My education at one of the worst comprehensive schools the world has ever seen is well-known, but how did I survive to become the credible prime-ministerial candidate that you see before you today? Here I share with you my own personal strategies for flourishing in a school located within the mean streets of Roundhay in the 1980s.


1. Stay off the streets! Walking home from school in Roundhay in the 1980s was akin to the Bronx - hazards and dangers everywhere. Wet leaves in the park in Autumn provided a constant slipping hazard, and you couldn't walk more than 200 yards without being approached by a liberal peddling a petition about nuclear disarmament or selling some home made jam with proceeds going to Ethiopia. Keep your head down and as those kids from Grange Hill would sing: 'Just Say No'!


2. Make the limited option choices work for you - I have to admit that the absence of a Latin course to pick for O-Level ruined my 1985, but 'Que Sera Sera'. Just three modern languages to choose from doesn't necessarily have to be a death knell for your aspirations to go to Oxbridge. Remember, you can always use your private tutor to pick up Mandarin and the classics on the side.


3. Know how to pronounce tricky middle-class words! I was the subject of much ridicule when I foolishly asked for a bowl of 'Quin-noah' with my goats cheese salad in the canteen during my first week at school. I was picking out the starchy seed from my schoolbag for weeks afterwards. Kids can be so cruel.


4. Throw yourself into extra-curricular activities. Whilst the limited opportunities available to me at my own school were frustrating, I still got involved in the crumbs that were on offer - an immersive production of Ibsen's The Doll's House in year 9, a School Symphony Orchestra trip round the lakes of Switzerland in 6th Form (remember how the school had to book an extra plane seat for my harp!). There was always the Real Tennis court and dilapidated lacrosse pitches we could use too when we were really desperate.

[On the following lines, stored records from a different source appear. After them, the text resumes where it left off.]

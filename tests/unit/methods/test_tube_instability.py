"""Fluidelastic instability: curves, their joins, the verdict and what would help."""

import numpy as np
import pytest

from crossbank_service.methods import beam_frequency as bf
from crossbank_service.methods import tube_instability as ti
from crossbank_service.methods.criterion import BEYOND, NEAR, WITHIN

PATTERNS = np.array([30, 45, 60, 90])


def _reduced(law: str, x: float, pitch_ratio: float = 1.5) -> np.ndarray:
    """V_c/(f D) of the four layouts."""
    record = next(r for r in ti.LAWS if r.slug == law)
    return record.function(
        frequency_hz=np.ones(4),
        diameter_m=np.ones(4),
        mass_damping=np.full(4, x),
        pitch_ratio=np.full(4, pitch_ratio),
        pattern=PATTERNS,
    )


def test_default_constant_is_continuous_in_the_pitch() -> None:
    """The low-pitch line meets 3.0 at P/D 1.47 within its three digits."""
    below, above = ti.pettigrew_taylor_constant(np.array([1.47 - 1e-9, 1.47]))
    assert below == pytest.approx(2.997, abs=5e-4)
    assert above == 3.0


def test_weaver_fitzpatrick_branches_join_within_two_percent() -> None:
    """At X = 0.3 the level and the rising branch are the same; 60 degrees is not offered."""
    below, above = _reduced("weaver-fitzpatrick-1988", 0.3 - 1e-9), _reduced("weaver-fitzpatrick-1988", 0.3)
    offered = PATTERNS != 60
    assert np.all(np.abs(above[offered] / below[offered] - 1.0) < 0.025)
    assert np.all(np.isinf(above[~offered]))


def test_chen_jumps_only_where_the_original_does() -> None:
    """30 degrees jumps at X = 2, the in-line and 60 degree lines join within 6 %."""
    join = {30: 2.0, 60: 1.0, 90: 0.7}
    for i, pattern in enumerate(PATTERNS.tolist()):
        if pattern in join:
            x = join[pattern]
            ratio = _reduced("chen-1984", x)[i] / _reduced("chen-1984", x * (1.0 - 1e-12))[i]
            assert (ratio > 2.0) if pattern == 30 else (abs(ratio - 1.0) < 0.06)


def test_curves_part_in_gas_as_stated() -> None:
    """At X = 70 30 degrees falls to 0.70 of the default, in-line to 0.77; 0.75 is crossed at X = 34."""
    default, weaver = _reduced("pettigrew-taylor-2003", 70.0), _reduced("weaver-fitzpatrick-1988", 70.0)
    ratio = weaver / default
    assert ratio[0] == pytest.approx(0.70, abs=0.005)
    assert ratio[3] == pytest.approx(0.77, abs=0.005)
    crossing = _reduced("weaver-fitzpatrick-1988", 34.0)[0] / _reduced("pettigrew-taylor-2003", 34.0)[0]
    assert crossing == pytest.approx(0.75, abs=0.003)


def _judge(velocity: float, pattern: int = 30) -> ti.Instability:
    one = np.ones(1)
    return ti.instability(
        approach_velocity_m_s=velocity * one,
        pitch_velocity_ratio=3.0 * one,
        gap_velocity_ratio=3.0 * one,
        frequency_hz=22.0 * one,
        diameter_m=0.0254 * one,
        mass_damping=70.829 * one,
        pitch_ratio=1.5 * one,
        pattern=np.array([pattern]),
    )


def test_ratios_use_the_velocity_of_each_criterion() -> None:
    """V_c 14.109 and 9.829 m/s against 9 m/s between the tubes."""
    answer = _judge(3.0)
    assert answer.ratio[0] == pytest.approx(9.0 / 14.109, rel=1e-4)
    assert answer.by_method["weaver-fitzpatrick-1988"][0] == pytest.approx(9.0 / 9.829, rel=1e-4)
    assert answer.highest[0] == answer.by_method["weaver-fitzpatrick-1988"][0]


@pytest.mark.parametrize(("share", "grade"), [(0.60, WITHIN), (0.72, NEAR), (0.80, NEAR), (1.01, BEYOND)])
def test_grade_is_near_once_the_lowest_curve_is_exceeded(share: float, grade: int) -> None:
    """0.72 of the default is within by itself, but above Weaver and Fitzpatrick's line for 30 degrees."""
    assert _judge(share * 14.109 / 3.0).grade.tolist() == [grade]


def test_sixty_degrees_is_judged_without_the_curve_that_is_not_offered() -> None:
    """A law not offered for the layout gives ratio 0 and never governs; every ratio is finite."""
    answer = _judge(3.0, 60)
    assert answer.by_method["weaver-fitzpatrick-1988"][0] == 0.0
    assert all(np.isfinite(v).all() for v in answer.by_method.values())
    assert answer.highest[0] == pytest.approx(9.0 / min(13.168, 0.8 * 14.109), rel=1e-4)


def test_one_row_result_of_1970_never_governs() -> None:
    """It is far above every bank's curve and only shown."""
    answer = _judge(3.0)
    assert answer.by_method["connors-1970"][0] < 0.5 * answer.ratio[0]
    assert [law.slug for law in ti.LAWS if not law.governs] == ["connors-1978", "connors-1970"]


def test_buckled_tube_is_beyond() -> None:
    """A mode without frequency gives a huge, finite ratio."""
    one = np.ones(1)
    answer = ti.instability(
        approach_velocity_m_s=one,
        pitch_velocity_ratio=3.0 * one,
        gap_velocity_ratio=3.0 * one,
        frequency_hz=0.0 * one,
        diameter_m=0.0254 * one,
        mass_damping=50.0 * one,
        pitch_ratio=1.5 * one,
        pattern=np.array([90]),
    )
    assert np.isfinite(answer.ratio).all()
    assert answer.grade.tolist() == [BEYOND]


def test_shortened_spans_meet_the_target_in_the_element_model() -> None:
    """Spans times the factor raise the frequency as much as the ratio has to fall."""
    spans = np.array([[1.0, 1.8, 1.3]])
    ratio = np.array([1.4])
    factor = ti.span_factor(ratio=ratio)
    before, after = (
        bf.tube_modes(
            spans_m=s,
            stiffness_n_m2=np.ones(1),
            mass_kg_m=np.ones(1),
            ends=np.array([bf.FIXED]),
            axial_force_n=np.zeros(1),
        ).frequency_hz[0, 0]
        for s in (spans, spans * factor)
    )
    assert 1.4 * before / after == pytest.approx(0.75, rel=1e-9)
    assert ti.required_frequency(ratio=ratio, frequency_hz=np.array([before]))[0] == pytest.approx(
        after, rel=1e-9
    )
    assert ti.span_factor(ratio=np.array([0.5]))[0] == 1.0


def test_allowable_velocity_brings_the_ratio_to_the_target() -> None:
    """All curves are linear in the velocity."""
    allowed = ti.allowable_velocity(ratio=_judge(6.0).ratio, velocity_m_s=np.array([6.0]))
    assert _judge(float(allowed[0])).ratio[0] == pytest.approx(0.75, rel=1e-12)


def test_in_flow_instability_is_flagged_for_dense_sixty_degree_banks() -> None:
    """Only there."""
    flagged = ti.in_flow_sensitive(pattern=np.array([60, 60, 30]), pitch_ratio=np.array([1.4, 1.6, 1.4]))
    assert flagged.tolist() == [True, False, False]


def test_every_law_states_source_and_velocity() -> None:
    """The default stands first, and each law names the velocity it is written in."""
    assert ti.LAWS[0].slug == "pettigrew-taylor-2003"
    assert all(law.velocity in {"pitch", "gap"} and law.attribution for law in ti.LAWS)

5. Go early to avoid school drop off embarrassments - Our Mercedes Benz 560 Sedan was the source of much mockery at the school gates. 'Have you seen how slow the acceleration is with the 8-cylinder single-overhead camshaft naturally aspirated engine on that hunk of junk ', I heard one pupil laugh. We turned up at 730am every day after that until we thankfully upgraded to a Porsche in 1988. Phew!